As countless photos from space can attest, Earth is round—the "Blue Marble," as astronauts have affectionately dubbed it. Appearances, however, can be deceiving. Planet Earth is not, in fact, perfectly round.
This is not to say Earth is flat. Well before Columbus sailed the ocean blue, Aristotle and other ancient Greek scholars proposed that Earth was round. This was based on a number of observations, such as the fact that departing ships not only appeared smaller as they sailed away but also seemed to sink into the horizon, as one might expect if sailing across a ball says geographer Bill Carstensen of Virginia Tech in Blacksburg.
Isaac Newton first proposed that Earth was not perfectly round. Instead, he suggested it was an oblate spheroid—a sphere that is squashed at its poles and swollen at the equator. He was correct and, because of this bulge, the distance from Earth's center to sea level is roughly 21 kilometers (13 miles) greater at the equator than at the poles.
Instead of Earth being like a spinning top made of steel, explains geologist Vic Baker at the University of Arizona in Tucson it has "a bit of plasticity that allows the shape to deform very slightly. The effect would be similar to spinning a bit of Silly Putty, though Earth's plasticity is much, much less than that of the silicone plastic clay so familiar to children."
Our globe, however, is not even a perfect oblate spheroid, because mass is distributed unevenly within the planet. The greater a concentration of mass is, the stronger its gravitational pull, "creating bumps around the globe," says geologist Joe Meert at the University of Florida in Gainesville.
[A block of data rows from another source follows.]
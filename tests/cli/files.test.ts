import { readdirSync, readFileSync, symlinkSync, writeFileSync } from 'node:fs'
import path from 'node:path'
import { afterAll, describe, expect, it } from 'vitest'
import { CommandFailure } from '../../src/cli/failure.ts'
import { checkOutput, resolvePath, writeWhole } from '../../src/cli/files.ts'
import { workFolder } from './typed.ts'

const { folder, files, clear } = workFolder()
const at = (name: string) => path.join(folder, name)
const never = new AbortController().signal
afterAll(clear)

describe('writing whole or not at all', () => {
  it('leaves the file and nothing else', async () => {
    await writeWhole(at('a.txt'), 'text', never)
    expect(files()).toEqual(['a.txt'])
    expect(readFileSync(at('a.txt'), 'utf8')).toBe('text')
  })

  it('stopped half-way, leaves what was there before and clears away its own', async () => {
    writeFileSync(at('b.bin'), 'before')
    const controller = new AbortController()
    const writing = writeWhole(at('b.bin'), new Uint8Array(2 ** 26), controller.signal)
    // Once its folder is there, the write has begun.
    while (!readdirSync(folder).some((name) => name.startsWith('.'))) await new Promise((resolve) => setImmediate(resolve))
    controller.abort()
    await expect(writing).rejects.toThrow()
    expect(readFileSync(at('b.bin'), 'utf8')).toBe('before')
    expect(files().filter((name) => name.startsWith('.'))).toEqual([])
  })

  it('writes through a link to the file it leads to', async () => {
    writeFileSync(at('target.txt'), 'old')
    symlinkSync(at('target.txt'), at('link.txt'))
    await writeWhole(at('link.txt'), 'new', never)
    expect(readFileSync(at('target.txt'), 'utf8')).toBe('new')
  })

  it('says why it cannot', async () => {
    await expect(writeWhole(at('none/x'), 'text', never)).rejects.toThrow(CommandFailure)
  })
})

describe('outputs that are refused before any work', () => {
  it('an input under another name, links included', () => {
    writeFileSync(at('in.wav'), '')
    symlinkSync(at('in.wav'), at('same.wav'))
    expect(() => checkOutput(at('same.wav'), { inputs: [at('in.wav')] })).toThrow('is the input')
    expect(() => checkOutput(`${folder}/./in.wav`, { inputs: [at('in.wav')] })).toThrow('is the input')
    expect(() => checkOutput(at('other.wav'), { inputs: [at('in.wav')] })).not.toThrow()
  })
})

describe('paths', () => {
  it('are taken from where the process stands, unless npm moved it', () => {
    expect(resolvePath('x')).toBe(path.join(process.cwd(), 'x'))
    expect(resolvePath('/x')).toBe('/x')
  })
})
Earth's shape also changes over time due to a menagerie of other dynamic factors. Mass shifts around inside the planet, altering those gravitational anomalies. Mountains and valleys emerge and disappear due to plate tectonics. Occasionally meteors crater the surface. And the gravitational pull of the moon and sun not only cause ocean and atmospheric tides but earth tides as well.
In addition, the changing weight of the oceans and atmosphere can cause deformations of the crust "on the order of a centimeter or so," notes geophysicist Richard Gross at the Jet Propulsion Laboratory in Pasadena, Calif. "There's also postglacial rebound, with the crust and mantle that were depressed by the huge ice sheets that sat on the surface during the last ice age now rebounding upward on the order of a centimeter a year."
Moreover, to even out Earth's imbalanced distribution of mass and stabilize its spin, "the entire surface of the Earth will rotate and try to redistribute mass along the equator, a process called true polar wander," Meert says.
To keep track of Earth's shape, scientists now position thousands of Global Positioning System receivers on the ground that can detect changes in their elevation of a few millimeters, Gross says. Another method, dubbed satellite laser ranging, fires visible-wavelength lasers from a few dozen ground stations at satellites. Any changes detected in their orbits correspond to gravitational anomalies and thus mass distributions inside the planet. Still another technique, very long baseline interferometry, has radio telescopes on the ground listen to extragalactic radio waves to detect changes in the positions of the ground stations. It may not take much technology to understand that Earth is not perfectly round, but it takes quite a bit of effort and equipment to determine its true shape.